* What the task requires
What lines in the records include the string "collect"? Return each one.

________________

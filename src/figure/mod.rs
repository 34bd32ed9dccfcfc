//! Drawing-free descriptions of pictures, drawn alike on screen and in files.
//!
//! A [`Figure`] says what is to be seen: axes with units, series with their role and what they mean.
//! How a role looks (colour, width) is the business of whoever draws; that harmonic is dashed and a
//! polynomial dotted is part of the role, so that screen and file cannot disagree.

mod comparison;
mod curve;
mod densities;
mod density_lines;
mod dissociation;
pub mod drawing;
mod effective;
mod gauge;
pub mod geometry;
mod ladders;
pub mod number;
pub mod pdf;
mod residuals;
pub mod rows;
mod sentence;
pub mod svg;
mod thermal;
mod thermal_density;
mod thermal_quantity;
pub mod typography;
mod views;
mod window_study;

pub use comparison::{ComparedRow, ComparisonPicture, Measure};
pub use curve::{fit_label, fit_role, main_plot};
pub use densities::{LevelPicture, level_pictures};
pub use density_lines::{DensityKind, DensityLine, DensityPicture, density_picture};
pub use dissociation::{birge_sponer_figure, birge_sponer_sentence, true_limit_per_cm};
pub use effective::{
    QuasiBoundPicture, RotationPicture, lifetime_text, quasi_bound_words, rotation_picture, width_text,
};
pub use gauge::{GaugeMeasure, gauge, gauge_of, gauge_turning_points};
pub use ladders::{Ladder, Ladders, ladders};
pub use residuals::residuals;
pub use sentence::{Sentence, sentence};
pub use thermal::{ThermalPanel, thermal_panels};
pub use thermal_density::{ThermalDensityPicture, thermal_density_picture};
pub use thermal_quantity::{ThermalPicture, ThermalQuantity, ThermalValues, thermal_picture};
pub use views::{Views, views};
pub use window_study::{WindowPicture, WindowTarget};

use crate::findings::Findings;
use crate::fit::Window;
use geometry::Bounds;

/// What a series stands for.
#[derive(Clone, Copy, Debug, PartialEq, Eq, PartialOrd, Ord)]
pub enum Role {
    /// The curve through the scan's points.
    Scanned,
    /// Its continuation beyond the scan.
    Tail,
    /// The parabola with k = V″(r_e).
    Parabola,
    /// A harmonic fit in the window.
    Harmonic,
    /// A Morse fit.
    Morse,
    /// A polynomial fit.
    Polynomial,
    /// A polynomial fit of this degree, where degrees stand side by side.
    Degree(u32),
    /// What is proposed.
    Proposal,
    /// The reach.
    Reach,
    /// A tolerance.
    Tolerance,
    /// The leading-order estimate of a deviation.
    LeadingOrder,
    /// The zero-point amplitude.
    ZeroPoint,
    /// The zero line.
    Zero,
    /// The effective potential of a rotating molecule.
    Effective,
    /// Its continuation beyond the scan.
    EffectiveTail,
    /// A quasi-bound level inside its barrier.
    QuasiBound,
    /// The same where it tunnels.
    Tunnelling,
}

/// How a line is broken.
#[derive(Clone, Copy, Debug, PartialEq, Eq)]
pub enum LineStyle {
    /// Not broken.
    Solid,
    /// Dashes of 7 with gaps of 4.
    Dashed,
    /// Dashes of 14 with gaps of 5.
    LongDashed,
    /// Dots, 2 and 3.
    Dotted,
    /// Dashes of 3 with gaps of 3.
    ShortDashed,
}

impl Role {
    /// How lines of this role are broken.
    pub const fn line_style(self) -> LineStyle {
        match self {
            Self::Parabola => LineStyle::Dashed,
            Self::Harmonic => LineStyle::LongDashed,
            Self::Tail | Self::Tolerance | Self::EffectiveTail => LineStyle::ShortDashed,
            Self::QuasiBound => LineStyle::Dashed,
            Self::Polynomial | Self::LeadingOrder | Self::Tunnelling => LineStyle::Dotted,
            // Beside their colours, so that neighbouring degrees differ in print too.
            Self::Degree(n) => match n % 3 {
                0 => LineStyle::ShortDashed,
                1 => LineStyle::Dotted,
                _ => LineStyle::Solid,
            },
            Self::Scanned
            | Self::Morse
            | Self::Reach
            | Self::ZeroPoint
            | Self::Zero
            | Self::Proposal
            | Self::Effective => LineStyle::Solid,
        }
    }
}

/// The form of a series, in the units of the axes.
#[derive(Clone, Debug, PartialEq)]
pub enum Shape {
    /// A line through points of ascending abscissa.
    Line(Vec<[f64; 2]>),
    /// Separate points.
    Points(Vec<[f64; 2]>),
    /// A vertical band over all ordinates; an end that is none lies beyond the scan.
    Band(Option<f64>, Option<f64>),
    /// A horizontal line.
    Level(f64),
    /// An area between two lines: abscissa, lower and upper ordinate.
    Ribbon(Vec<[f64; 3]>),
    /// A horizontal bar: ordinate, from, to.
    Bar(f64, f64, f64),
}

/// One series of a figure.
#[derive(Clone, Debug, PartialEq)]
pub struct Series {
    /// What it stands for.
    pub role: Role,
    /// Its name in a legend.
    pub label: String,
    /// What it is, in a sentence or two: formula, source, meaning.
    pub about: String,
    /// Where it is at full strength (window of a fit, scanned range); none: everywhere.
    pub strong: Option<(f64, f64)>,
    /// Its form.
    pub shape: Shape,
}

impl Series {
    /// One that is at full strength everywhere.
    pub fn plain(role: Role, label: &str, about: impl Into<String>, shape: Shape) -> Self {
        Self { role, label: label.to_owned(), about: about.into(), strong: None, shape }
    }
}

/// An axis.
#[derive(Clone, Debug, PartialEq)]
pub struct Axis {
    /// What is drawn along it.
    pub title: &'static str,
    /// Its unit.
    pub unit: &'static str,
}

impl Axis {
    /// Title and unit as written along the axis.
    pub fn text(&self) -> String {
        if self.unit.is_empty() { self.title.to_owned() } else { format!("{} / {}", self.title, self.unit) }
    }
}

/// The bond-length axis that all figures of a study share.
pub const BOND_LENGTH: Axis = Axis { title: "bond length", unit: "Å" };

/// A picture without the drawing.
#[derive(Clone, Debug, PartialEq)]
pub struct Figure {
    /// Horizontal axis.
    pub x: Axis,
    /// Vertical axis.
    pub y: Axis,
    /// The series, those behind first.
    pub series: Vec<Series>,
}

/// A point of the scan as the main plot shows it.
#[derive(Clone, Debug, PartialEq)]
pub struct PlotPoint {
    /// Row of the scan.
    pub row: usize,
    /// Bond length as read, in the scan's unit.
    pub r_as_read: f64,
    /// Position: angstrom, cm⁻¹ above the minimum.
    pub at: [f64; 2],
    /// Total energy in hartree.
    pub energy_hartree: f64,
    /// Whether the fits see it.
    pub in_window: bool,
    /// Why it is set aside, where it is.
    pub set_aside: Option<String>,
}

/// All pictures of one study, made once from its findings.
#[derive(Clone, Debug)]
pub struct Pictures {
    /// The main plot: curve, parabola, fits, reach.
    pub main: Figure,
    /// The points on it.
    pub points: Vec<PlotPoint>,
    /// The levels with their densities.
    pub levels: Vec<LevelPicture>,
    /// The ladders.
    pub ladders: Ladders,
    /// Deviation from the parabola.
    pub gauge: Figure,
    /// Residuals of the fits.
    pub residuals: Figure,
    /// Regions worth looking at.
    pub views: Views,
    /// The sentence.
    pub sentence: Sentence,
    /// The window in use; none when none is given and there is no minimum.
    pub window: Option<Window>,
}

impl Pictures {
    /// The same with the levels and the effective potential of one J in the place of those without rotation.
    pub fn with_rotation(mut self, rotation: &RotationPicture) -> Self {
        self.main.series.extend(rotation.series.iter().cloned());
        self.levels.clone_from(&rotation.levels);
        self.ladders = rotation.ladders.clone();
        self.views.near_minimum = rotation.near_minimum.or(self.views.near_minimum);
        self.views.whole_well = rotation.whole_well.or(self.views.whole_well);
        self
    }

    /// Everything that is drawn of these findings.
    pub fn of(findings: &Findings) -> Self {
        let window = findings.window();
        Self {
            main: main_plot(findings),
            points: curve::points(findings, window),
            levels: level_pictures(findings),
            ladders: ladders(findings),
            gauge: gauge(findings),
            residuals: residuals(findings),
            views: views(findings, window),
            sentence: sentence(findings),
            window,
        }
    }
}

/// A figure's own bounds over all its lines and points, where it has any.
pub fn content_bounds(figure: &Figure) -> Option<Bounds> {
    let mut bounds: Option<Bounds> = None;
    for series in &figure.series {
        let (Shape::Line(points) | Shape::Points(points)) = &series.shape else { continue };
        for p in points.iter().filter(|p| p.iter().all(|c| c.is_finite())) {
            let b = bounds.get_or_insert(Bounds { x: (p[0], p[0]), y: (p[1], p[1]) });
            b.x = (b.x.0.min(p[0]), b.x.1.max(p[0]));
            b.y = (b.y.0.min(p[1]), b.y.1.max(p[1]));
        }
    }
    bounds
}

________________

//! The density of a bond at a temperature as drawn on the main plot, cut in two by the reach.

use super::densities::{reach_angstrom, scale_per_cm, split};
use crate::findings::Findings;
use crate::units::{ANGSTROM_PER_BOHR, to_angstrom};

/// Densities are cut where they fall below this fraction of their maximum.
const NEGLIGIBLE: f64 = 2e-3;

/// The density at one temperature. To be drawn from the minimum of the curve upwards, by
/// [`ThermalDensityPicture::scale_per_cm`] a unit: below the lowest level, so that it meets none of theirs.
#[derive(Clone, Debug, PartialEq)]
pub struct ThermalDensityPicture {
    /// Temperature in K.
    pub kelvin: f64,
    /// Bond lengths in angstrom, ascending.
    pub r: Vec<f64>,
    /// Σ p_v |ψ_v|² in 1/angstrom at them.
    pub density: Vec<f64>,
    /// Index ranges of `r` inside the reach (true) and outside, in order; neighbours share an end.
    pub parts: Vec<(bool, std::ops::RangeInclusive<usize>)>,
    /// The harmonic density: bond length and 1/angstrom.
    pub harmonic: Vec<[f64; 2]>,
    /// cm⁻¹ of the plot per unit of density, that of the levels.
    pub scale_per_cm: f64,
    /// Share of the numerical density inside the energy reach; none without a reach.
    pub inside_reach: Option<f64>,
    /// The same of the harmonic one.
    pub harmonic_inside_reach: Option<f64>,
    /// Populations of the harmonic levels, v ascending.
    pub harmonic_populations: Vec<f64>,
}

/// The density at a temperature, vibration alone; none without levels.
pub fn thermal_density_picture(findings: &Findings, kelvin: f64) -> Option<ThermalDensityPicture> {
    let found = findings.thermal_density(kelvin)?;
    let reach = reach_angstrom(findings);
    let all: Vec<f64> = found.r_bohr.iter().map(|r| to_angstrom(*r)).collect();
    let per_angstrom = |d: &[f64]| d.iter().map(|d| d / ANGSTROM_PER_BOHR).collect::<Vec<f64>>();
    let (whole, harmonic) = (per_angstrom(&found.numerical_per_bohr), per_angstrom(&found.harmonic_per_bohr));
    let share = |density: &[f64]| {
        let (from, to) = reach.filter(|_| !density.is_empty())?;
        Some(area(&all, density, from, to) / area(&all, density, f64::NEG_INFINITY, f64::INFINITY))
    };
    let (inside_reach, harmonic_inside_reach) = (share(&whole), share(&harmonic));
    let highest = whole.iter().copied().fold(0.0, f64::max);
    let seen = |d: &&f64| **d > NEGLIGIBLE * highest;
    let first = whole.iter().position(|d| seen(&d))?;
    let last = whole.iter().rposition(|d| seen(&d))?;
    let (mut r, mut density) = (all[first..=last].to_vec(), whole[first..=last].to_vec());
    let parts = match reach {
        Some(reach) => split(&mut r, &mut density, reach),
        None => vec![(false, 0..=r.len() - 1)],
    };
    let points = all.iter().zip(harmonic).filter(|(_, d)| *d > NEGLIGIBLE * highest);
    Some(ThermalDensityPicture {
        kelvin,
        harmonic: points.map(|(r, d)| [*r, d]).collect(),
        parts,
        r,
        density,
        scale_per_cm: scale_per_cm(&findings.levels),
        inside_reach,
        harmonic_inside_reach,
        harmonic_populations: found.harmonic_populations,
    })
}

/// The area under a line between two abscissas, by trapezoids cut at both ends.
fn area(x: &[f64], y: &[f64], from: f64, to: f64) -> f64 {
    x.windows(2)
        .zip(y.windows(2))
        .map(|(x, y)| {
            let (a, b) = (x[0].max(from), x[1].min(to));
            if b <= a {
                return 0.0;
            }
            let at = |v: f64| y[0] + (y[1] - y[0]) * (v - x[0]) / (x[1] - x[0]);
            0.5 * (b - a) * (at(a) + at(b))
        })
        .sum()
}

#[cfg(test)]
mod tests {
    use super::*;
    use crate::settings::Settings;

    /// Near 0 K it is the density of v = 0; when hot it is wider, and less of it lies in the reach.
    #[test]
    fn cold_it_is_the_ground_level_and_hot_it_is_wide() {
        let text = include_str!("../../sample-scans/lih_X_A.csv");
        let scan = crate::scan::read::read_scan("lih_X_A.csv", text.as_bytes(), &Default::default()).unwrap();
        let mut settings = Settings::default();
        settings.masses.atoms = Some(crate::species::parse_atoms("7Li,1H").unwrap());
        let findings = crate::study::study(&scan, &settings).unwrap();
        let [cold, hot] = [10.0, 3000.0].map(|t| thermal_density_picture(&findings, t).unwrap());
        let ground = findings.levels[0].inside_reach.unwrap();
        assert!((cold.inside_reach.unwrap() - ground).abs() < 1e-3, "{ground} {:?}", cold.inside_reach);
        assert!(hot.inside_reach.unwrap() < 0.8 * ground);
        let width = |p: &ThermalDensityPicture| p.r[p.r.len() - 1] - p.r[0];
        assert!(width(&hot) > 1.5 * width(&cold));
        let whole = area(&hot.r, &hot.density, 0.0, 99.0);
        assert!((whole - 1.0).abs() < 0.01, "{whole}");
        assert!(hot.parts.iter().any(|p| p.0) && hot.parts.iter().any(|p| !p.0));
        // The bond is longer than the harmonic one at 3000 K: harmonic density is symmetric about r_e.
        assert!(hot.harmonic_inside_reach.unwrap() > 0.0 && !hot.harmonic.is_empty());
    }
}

________________

* Reply to the task
    let all: Vec<f64> = found.r_bohr.iter().map(|r| to_angstrom(*r)).collect();
    let per_angstrom = |d: &[f64]| d.iter().map(|d| d / ANGSTROM_PER_BOHR).collect::<Vec<f64>>();
        harmonic: points.map(|(r, d)| [*r, d]).collect(),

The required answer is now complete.